* _PROVIDED DATA_
* * * * *

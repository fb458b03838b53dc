/**
 * The browser's working copy of a versioned draft (a map's, a receiver profile's): what was last
 * saved, whether the copy differs, saving with the version the server expects (a 409 means someone
 * else saved first: reload, never overwrite), undo of the last edit, and the question to ask before
 * leaving with unsaved edits. Talks to the server only through the functions it is given, so it runs
 * in unit tests without fetch and does not care which API client the page uses. The server side of
 * the same protocol is `src/lib/server/versioning/`.
 */

/** What the server says about a record: at least the caller's role (the draft is found by `DraftOf`). */
export interface DraftRecordView {
	role: string;
}

export interface DraftFailure {
	message: string;
	/** Someone else saved first (the server refused the version we sent); the way on is a reload. */
	stale: boolean;
	/** What was refused, field by field (a 400's issues), when the server said. */
	issues?: { path: string; message: string }[];
}

export interface DraftIo<D, V> {
	/** Saves `draft` over `version`; resolves to the new version, rejects on any refusal. */
	save(version: number, draft: D): Promise<{ version: number }>;
	/** The server's current view of the record. */
	load(): Promise<V>;
	/** Words for a rejection of `save` or `load`, and whether it is the stale-version refusal. */
	describe(error: unknown): DraftFailure;
}

/** Where the draft sits in a view: the record's id, version and draft. */
export type DraftOf<D, V> = (view: V) => { id: string; version: number; draft: D };

/** The navigation type SvelteKit's `beforeNavigate` gives when the document itself unloads. */
const LEAVING_THE_SITE = 'leave';

export class DraftCopy<D extends object, V extends DraftRecordView> {
	#io: DraftIo<D, V>;
	#of: DraftOf<D, V>;
	#view = $state.raw<V>() as V;
	#draft = $state.raw<D>() as D;
	#version = $state(0);
	#savedJson = $state('');
	#saving = $state(false);
	#lastEdit = $state.raw<{ what: string; before: D } | null>(null);
	#savedHereAt = $state<string | null>(null);

	/** A line for the person after a save, reload or other server-side change; cleared by the next edit. */
	notice = $state<string | null>(null);
	/** Why the last save, reload or page action failed; cleared when one succeeds. */
	failure = $state<DraftFailure | null>(null);

	readonly dirty = $derived(JSON.stringify(this.#draft) !== this.#savedJson);
	readonly editable = $derived(this.#view.role !== 'viewer');

	constructor(initial: V, io: DraftIo<D, V>, of: DraftOf<D, V>) {
		this.#io = io;
		this.#of = of;
		this.#adopt(initial);
	}

	/** The server's view the copy was last loaded from (name, revisions and so on). */
	get view(): V {
		return this.#view;
	}
	/** The working copy. Replace it through `change`, never by mutating it. */
	get draft(): D {
		return this.#draft;
	}
	/** The draft version the next save claims to replace. */
	get version(): number {
		return this.#version;
	}
	get saving(): boolean {
		return this.#saving;
	}
	/**
	 * When this page last saved the draft (ISO time), so "last saved" follows a save without a
	 * reload; null until it saves, and again when newer server data is adopted (which says itself).
	 */
	get savedHereAt(): string | null {
		return this.#savedHereAt;
	}
	/** What the last edit changed, while it can still be undone. */
	get undoable(): string | null {
		return this.#lastEdit?.what ?? null;
	}

	/** Applies an edit to the working copy; `what` names it for the undo line. */
	change(patch: Partial<D>, what: string): void {
		if (!this.editable) return;
		this.#lastEdit = { what, before: this.#draft };
		this.#draft = { ...this.#draft, ...patch };
		this.notice = null;
	}

	// save, reload and undo are arrow properties so a page can hand them to a button as they are.

	/** Puts back the working copy as it was before the last edit (one step). */
	undo = (): void => {
		if (!this.#lastEdit) return;
		this.#draft = this.#lastEdit.before;
		this.#lastEdit = null;
		this.notice = null;
	};

	/** Drops the unsaved edits: the working copy goes back to the last saved draft. */
	discard(): void {
		this.#draft = JSON.parse(this.#savedJson) as D;
		this.#lastEdit = null;
	}

	/**
	 * Saves the working copy. Resolves true when saved; a second call while one is on its way does
	 * nothing (resolves false). On failure the edits stay in place and `failure` says why.
	 */
	save = async (): Promise<boolean> => {
		if (!this.editable || this.#saving) return false;
		this.#saving = true;
		this.failure = null;
		this.notice = null;
		const sent = this.#draft;
		try {
			const { version } = await this.#io.save(this.#version, sent);
			this.#version = version;
			this.#savedJson = JSON.stringify(sent);
			// An ISO stamp, not a kept Date object: nothing mutates it.
			// eslint-disable-next-line svelte/prefer-svelte-reactivity
			this.#savedHereAt = new Date().toISOString();
			// Edits made while the save was on its way stay unsaved, and stay undoable.
			if (this.#draft === sent) this.#lastEdit = null;
			this.notice = 'Draft saved.';
			return true;
		} catch (error) {
			this.failure = this.#io.describe(error);
			return false;
		} finally {
			this.#saving = false;
		}
	};

	/** Replaces the working copy with the server's latest (unsaved edits are lost). */
	reload = async (): Promise<boolean> => {
		try {
			this.#adopt(await this.#io.load());
			this.notice = 'Reloaded the latest saved draft.';
			return true;
		} catch (error) {
			this.failure = { ...this.#io.describe(error), stale: false };
			return false;
		}
	};

	/**
	 * Server data arriving through navigation or a reload after a form: another record, or a newer
	 * version of this one, replaces the working copy; the same version refreshes what is around it
	 * (revisions, who saved last) and keeps the unsaved edits; an older one is ignored. Returns
	 * whether the working copy was replaced.
	 */
	receive(next: V): boolean {
		const incoming = this.#of(next);
		if (incoming.id === this.#of(this.#view).id && incoming.version <= this.#version) {
			if (incoming.version === this.#version) this.#view = next;
			return false;
		}
		this.#adopt(next);
		return true;
	}

	/**
	 * The server changed the draft itself under a new version (a rename, say): apply the same change
	 * to the saved and the working copy (and the undo step) without touching other unsaved edits.
	 */
	serverChanged(version: number, change: (draft: D) => D, view?: V): void {
		if (view) this.#view = view;
		this.#version = version;
		this.#savedJson = JSON.stringify(change(JSON.parse(this.#savedJson) as D));
		this.#draft = change(this.#draft);
		if (this.#lastEdit)
			this.#lastEdit = { ...this.#lastEdit, before: change(this.#lastEdit.before) };
	}

	/** Shows a failure of a page action (restore, rename, delete) the same way a save failure shows. */
	fail(error: unknown): void {
		this.failure = this.#io.describe(error);
	}

	/**
	 * For `beforeNavigate`: true when the navigation must be cancelled. With unsaved edits, leaving the
	 * site is cancelled so the browser asks its own question (a page cannot ask during unload); any
	 * other navigation calls `ask` and, when the person agrees to leave, drops the edits.
	 */
	leave(type: string, ask: () => boolean): boolean {
		if (!this.dirty) return false; // a viewer's copy never is: `change` refuses their edits
		if (type === LEAVING_THE_SITE || !ask()) return true;
		this.discard();
		return false;
	}

	#adopt(next: V): void {
		const { draft, version } = this.#of(next);
		this.#view = next;
		this.#draft = draft;
		this.#version = version;
		this.#savedJson = JSON.stringify(draft);
		this.#lastEdit = null;
		this.#savedHereAt = null;
		this.failure = null;
		this.notice = null;
	}
}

* * * * *

Return the lines of the records that include the string "interface".

* _WRITTEN RESPONSE_
export interface DraftRecordView {
export interface DraftFailure {
export interface DraftIo<D, V> {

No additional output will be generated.